The form in which this action was brought was settled and affirmed in Guffanti v. National Surety Company (196 N. Y. 452). Under it the judgment directs the payment by defendant to the individual creditors of their pro rata share of the amount of the bond, so that each claim required-proof peculiar to itself. Each claimant must prove not only the deposit of the money for transmission abroad but the failure so to transmit. It was such failure for which defendant held itself ready to indemnify the creditors of the principal, but only up to a maximum amount of $15,000. This is its sole liability for the default of the principal. To impose an obligation upon it beyond that amount, whether in the form of interest thereupon or otherwise, can only be justified when there has been a default upon the part of the surety itself. Of that there is no proof in this case.

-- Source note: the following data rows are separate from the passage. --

/**
 * An independent reading of a MIDI byte stream, written from the MIDI 1.0 Detailed Specification
 * (not from src/midi/parser.ts), for the fuzz tests: how many note-ons a sender's bytes hold, and
 * which messages they are. Rules: a channel status sets running status; system common cancels it;
 * real-time bytes (F8–FF; F9 and FD undefined) stand alone wherever they appear; F0 opens a
 * system-exclusive message that F7 closes and any other non-real-time status abandons; data
 * bytes with no status to belong to are ignored.
 */
export class ReferenceStream {
  private running = 0;
  private message: number[] = [];
  private needed = 0;
  private sysex: number[] | undefined;

  /** The running status in force (0 when none): data bytes now would continue it. */
  get runningStatus(): number {
    return this.message.length === 0 && !this.sysex ? this.running : 0;
  }

  clone(): ReferenceStream {
    const copy = new ReferenceStream();
    copy.running = this.running;
    copy.message = [...this.message];
    copy.needed = this.needed;
    copy.sysex = this.sysex ? [...this.sysex] : undefined;
    return copy;
  }

  /** The whole messages these bytes complete, in order. */
  feed(bytes: ArrayLike<number>): number[][] {
    const out: number[][] = [];
    for (let i = 0; i < bytes.length; i++) this.byte(bytes[i]!, out);
    return out;
  }

  /** The stream was cut (the port went away): a message in progress is lost. */
  cut(): void {
    this.running = 0;
    this.message = [];
    this.sysex = undefined;
  }

  private byte(b: number, out: number[][]): void {
    if (b >= 0xf8) {
      if (b !== 0xf9 && b !== 0xfd) out.push([b]);
      return;
    }
    if (b >= 0x80) {
      const wasSysex = this.sysex;
      this.sysex = undefined;
      this.message = [];
      if (b === 0xf7) {
        if (wasSysex) out.push([...wasSysex, 0xf7]);
        this.running = 0;
        return;
      }
      if (b === 0xf0) {
        this.running = 0;
        this.sysex = [0xf0];
        return;
      }
      if (b < 0xf0) {
        this.running = b;
        this.start(b);
        return;
      }
      this.running = 0;
      const length = b === 0xf2 ? 2 : b === 0xf1 || b === 0xf3 ? 1 : b === 0xf6 ? 0 : -1;
      if (length < 0) return; // F4, F5: undefined
      if (length === 0) out.push([b]);
      else {
        this.message = [b];
        this.needed = length;
      }
      return;
    }
    if (this.sysex) {
      this.sysex.push(b);
      return;
    }
    if (this.message.length === 0) {
      if (this.running === 0) return;
      this.start(this.running);
    }
    this.message.push(b);
    if (this.message.length === this.needed + 1) {
      out.push(this.message);
      this.message = [];
    }
  }

  private start(status: number): void {
    const kind = status & 0xf0;
    this.message = [status];
    this.needed = kind === 0xc0 || kind === 0xd0 ? 1 : 2;
  }
}

/** A note-on that starts a note (velocity above 0; MIDI 1.0: velocity 0 is a note-off). */
export const isNoteOn = (m: readonly number[]): boolean => (m[0]! & 0xf0) === 0x90 && m[0]! < 0xf0 && (m[2] ?? 0) > 0;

The decision and judgment will, therefore, be modified by striking out the award against defendant of interest to the amount of $7,200, thus reducing the judgment to $15,000, and by reducing the payments to the claimants proportionally. *135As thus modified the judgment will he affirmed, with costs to appellant payable out of the $15,000 fund.

Clarke, P. J., Laughlin, Scott and Page, JJ., concurred.

Judgment modified as stated in opinion, and as modified affirmed, with costs to appellant payable out of the $15,000 fund. Order to be settled on notice.